◆ Records from a collection ◆
*** Begin section ***
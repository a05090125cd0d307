import type { ClipView } from "@shared/rushes/schemas";
import { describeFormat } from "@shared/timecode/rates";

/** A clip's timecode format in words: "29.97 fps drop-frame". */
export const clipFormatText = (clip: Pick<ClipView, "frameRate" | "dropFrame">) => (clip.frameRate ? describeFormat({ rate: clip.frameRate, dropFrame: clip.dropFrame }) : "No frame rate");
*** End section ***
◆ YOUR TASK ◆
Output each record precisely as given.

◆ EXERCISE RESULT ◆
repository a05090125cd0d307
import type { ClipView } from "@shared/rushes/schemas";
import { describeFormat } from "@shared/timecode/rates";

/** A clip's timecode format in words: "29.97 fps drop-frame". */
export const clipFormatText = (clip: Pick<ClipView, "frameRate" | "dropFrame">) => (clip.frameRate ? describeFormat({ rate: clip.frameRate, dropFrame: clip.dropFrame }) : "No frame rate");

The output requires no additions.